* **ABOUT THIS TASK**
Please print each record that follows precisely as it appears.

* **DATA EXCERPTS**
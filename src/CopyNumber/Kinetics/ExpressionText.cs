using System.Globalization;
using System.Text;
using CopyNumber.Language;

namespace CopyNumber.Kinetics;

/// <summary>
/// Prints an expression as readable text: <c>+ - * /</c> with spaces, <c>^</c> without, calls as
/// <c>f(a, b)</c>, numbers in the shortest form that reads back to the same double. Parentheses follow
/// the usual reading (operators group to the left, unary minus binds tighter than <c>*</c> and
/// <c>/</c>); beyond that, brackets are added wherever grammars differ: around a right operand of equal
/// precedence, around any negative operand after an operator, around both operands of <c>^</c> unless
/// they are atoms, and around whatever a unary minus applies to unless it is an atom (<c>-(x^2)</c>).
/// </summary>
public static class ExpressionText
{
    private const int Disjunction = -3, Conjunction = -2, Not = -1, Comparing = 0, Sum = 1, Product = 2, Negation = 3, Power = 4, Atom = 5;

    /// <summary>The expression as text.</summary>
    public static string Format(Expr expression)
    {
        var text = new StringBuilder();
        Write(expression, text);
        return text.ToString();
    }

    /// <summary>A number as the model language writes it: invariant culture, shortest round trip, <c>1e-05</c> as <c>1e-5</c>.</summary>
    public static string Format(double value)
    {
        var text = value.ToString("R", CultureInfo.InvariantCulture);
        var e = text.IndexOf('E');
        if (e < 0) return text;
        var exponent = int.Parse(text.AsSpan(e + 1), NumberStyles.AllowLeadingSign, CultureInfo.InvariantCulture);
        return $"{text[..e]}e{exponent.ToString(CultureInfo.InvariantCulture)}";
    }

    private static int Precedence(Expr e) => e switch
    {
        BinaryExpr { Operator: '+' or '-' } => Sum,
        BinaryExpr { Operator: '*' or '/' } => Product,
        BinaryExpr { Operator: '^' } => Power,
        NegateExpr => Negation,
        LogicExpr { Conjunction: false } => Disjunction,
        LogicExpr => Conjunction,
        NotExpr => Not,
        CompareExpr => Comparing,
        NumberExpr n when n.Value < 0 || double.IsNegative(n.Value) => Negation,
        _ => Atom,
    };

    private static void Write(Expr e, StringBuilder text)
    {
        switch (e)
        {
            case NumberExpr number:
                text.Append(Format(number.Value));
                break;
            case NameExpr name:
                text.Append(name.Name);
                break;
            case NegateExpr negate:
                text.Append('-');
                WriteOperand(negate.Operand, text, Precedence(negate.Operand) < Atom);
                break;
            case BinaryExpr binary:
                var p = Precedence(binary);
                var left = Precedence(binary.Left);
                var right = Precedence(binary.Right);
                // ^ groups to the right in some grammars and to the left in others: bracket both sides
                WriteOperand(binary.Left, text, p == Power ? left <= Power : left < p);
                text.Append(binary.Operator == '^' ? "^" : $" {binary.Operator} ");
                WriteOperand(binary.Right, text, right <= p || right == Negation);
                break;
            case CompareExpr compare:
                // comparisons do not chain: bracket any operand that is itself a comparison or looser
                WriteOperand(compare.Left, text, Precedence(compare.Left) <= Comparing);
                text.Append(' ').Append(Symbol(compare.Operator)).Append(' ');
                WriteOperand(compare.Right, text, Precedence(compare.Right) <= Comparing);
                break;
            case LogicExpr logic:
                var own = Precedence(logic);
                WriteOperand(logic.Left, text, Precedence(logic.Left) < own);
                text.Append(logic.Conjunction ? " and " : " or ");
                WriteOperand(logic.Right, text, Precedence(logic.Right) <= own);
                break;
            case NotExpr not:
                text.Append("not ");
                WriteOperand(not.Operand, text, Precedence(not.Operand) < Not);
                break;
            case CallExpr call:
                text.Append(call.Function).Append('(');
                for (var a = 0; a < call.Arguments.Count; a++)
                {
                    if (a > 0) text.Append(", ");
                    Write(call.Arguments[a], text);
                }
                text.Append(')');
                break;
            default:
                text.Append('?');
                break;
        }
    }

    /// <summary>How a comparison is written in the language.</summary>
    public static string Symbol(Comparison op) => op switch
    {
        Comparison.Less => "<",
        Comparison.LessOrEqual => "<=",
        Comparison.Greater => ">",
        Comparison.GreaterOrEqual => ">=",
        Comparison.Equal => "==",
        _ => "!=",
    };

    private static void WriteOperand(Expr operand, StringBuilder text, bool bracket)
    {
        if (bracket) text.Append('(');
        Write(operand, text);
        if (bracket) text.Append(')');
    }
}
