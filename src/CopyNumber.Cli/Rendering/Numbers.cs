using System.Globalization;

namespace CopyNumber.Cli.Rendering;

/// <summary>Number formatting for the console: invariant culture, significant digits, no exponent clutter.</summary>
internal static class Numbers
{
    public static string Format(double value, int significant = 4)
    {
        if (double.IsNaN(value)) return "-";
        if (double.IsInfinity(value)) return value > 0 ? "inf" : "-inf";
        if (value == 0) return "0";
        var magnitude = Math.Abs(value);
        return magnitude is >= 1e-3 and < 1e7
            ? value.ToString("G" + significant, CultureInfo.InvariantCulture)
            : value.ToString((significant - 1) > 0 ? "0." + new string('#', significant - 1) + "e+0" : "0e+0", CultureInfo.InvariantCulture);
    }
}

* **PROBLEM SOLUTION**
filename src/CopyNumber/Kinetics/ExpressionText.cs
using System.Globalization;
using System.Text;
using CopyNumber.Language;

namespace CopyNumber.Kinetics;

/// <summary>
/// Prints an expression as readable text: <c>+ - * /</c> with spaces, <c>^</c> without, calls as
/// <c>f(a, b)</c>, numbers in the shortest form that reads back to the same double. Parentheses follow
/// the usual reading (operators group to the left, unary minus binds tighter than <c>*</c> and
/// <c>/</c>); beyond that, brackets are added wherever grammars differ: around a right operand of equal
/// precedence, around any negative operand after an operator, around both operands of <c>^</c> unless
/// they are atoms, and around whatever a unary minus applies to unless it is an atom (<c>-(x^2)</c>).
/// </summary>
public static class ExpressionText
{
    private const int Disjunction = -3, Conjunction = -2, Not = -1, Comparing = 0, Sum = 1, Product = 2, Negation = 3, Power = 4, Atom = 5;

    /// <summary>The expression as text.</summary>
    public static string Format(Expr expression)
    {
        var text = new StringBuilder();
        Write(expression, text);
        return text.ToString();
    }

    /// <summary>A number as the model language writes it: invariant culture, shortest round trip, <c>1e-05</c> as <c>1e-5</c>.</summary>
    public static string Format(double value)
    {
        var text = value.ToString("R", CultureInfo.InvariantCulture);
        var e = text.IndexOf('E');
        if (e < 0) return text;
        var exponent = int.Parse(text.AsSpan(e + 1), NumberStyles.AllowLeadingSign, CultureInfo.InvariantCulture);
        return $"{text[..e]}e{exponent.ToString(CultureInfo.InvariantCulture)}";
    }

    private static int Precedence(Expr e) => e switch
    {
        BinaryExpr { Operator: '+' or '-' } => Sum,
        BinaryExpr { Operator: '*' or '/' } => Product,
        BinaryExpr { Operator: '^' } => Power,
        NegateExpr => Negation,
        LogicExpr { Conjunction: false } => Disjunction,
        LogicExpr => Conjunction,
        NotExpr => Not,
        CompareExpr => Comparing,
        NumberExpr n when n.Value < 0 || double.IsNegative(n.Value) => Negation,
        _ => Atom,
    };

    private static void Write(Expr e, StringBuilder text)
    {
        switch (e)
        {
            case NumberExpr number:
                text.Append(Format(number.Value));
                break;
            case NameExpr name:
                text.Append(name.Name);
                break;
            case NegateExpr negate:
                text.Append('-');
                WriteOperand(negate.Operand, text, Precedence(negate.Operand) < Atom);
                break;
            case BinaryExpr binary:
                var p = Precedence(binary);
                var left = Precedence(binary.Left);
                var right = Precedence(binary.Right);
                // ^ groups to the right in some grammars and to the left in others: bracket both sides
                WriteOperand(binary.Left, text, p == Power ? left <= Power : left < p);
                text.Append(binary.Operator == '^' ? "^" : $" {binary.Operator} ");
                WriteOperand(binary.Right, text, right <= p || right == Negation);
                break;
            case CompareExpr compare:
                // comparisons do not chain: bracket any operand that is itself a comparison or looser
                WriteOperand(compare.Left, text, Precedence(compare.Left) <= Comparing);
                text.Append(' ').Append(Symbol(compare.Operator)).Append(' ');
                WriteOperand(compare.Right, text, Precedence(compare.Right) <= Comparing);
                break;
            case LogicExpr logic:
                var own = Precedence(logic);
                WriteOperand(logic.Left, text, Precedence(logic.Left) < own);
                text.Append(logic.Conjunction ? " and " : " or ");
                WriteOperand(logic.Right, text, Precedence(logic.Right) <= own);
                break;
            case NotExpr not:
                text.Append("not ");
                WriteOperand(not.Operand, text, Precedence(not.Operand) < Not);
                break;
            case CallExpr call:
                text.Append(call.Function).Append('(');
                for (var a = 0; a < call.Arguments.Count; a++)
                {
                    if (a > 0) text.Append(", ");
                    Write(call.Arguments[a], text);
                }
                text.Append(')');
                break;
            default:
                text.Append('?');
                break;
        }
    }

    /// <summary>How a comparison is written in the language.</summary>
    public static string Symbol(Comparison op) => op switch
    {
        Comparison.Less => "<",
        Comparison.LessOrEqual => "<=",
        Comparison.Greater => ">",
        Comparison.GreaterOrEqual => ">=",
        Comparison.Equal => "==",
        _ => "!=",
    };

    private static void WriteOperand(Expr operand, StringBuilder text, bool bracket)
    {
        if (bracket) text.Append('(');
        Write(operand, text);
        if (bracket) text.Append(')');
    }
}
filename src/CopyNumber.Cli/Rendering/Numbers.cs
using System.Globalization;

namespace CopyNumber.Cli.Rendering;

/// <summary>Number formatting for the console: invariant culture, significant digits, no exponent clutter.</summary>
internal static class Numbers
{
    public static string Format(double value, int significant = 4)
    {
        if (double.IsNaN(value)) return "-";
        if (double.IsInfinity(value)) return value > 0 ? "inf" : "-inf";
        if (value == 0) return "0";
        var magnitude = Math.Abs(value);
        return magnitude is >= 1e-3 and < 1e7
            ? value.ToString("G" + significant, CultureInfo.InvariantCulture)
            : value.ToString((significant - 1) > 0 ? "0." + new string('#', significant - 1) + "e+0" : "0e+0", CultureInfo.InvariantCulture);
    }
}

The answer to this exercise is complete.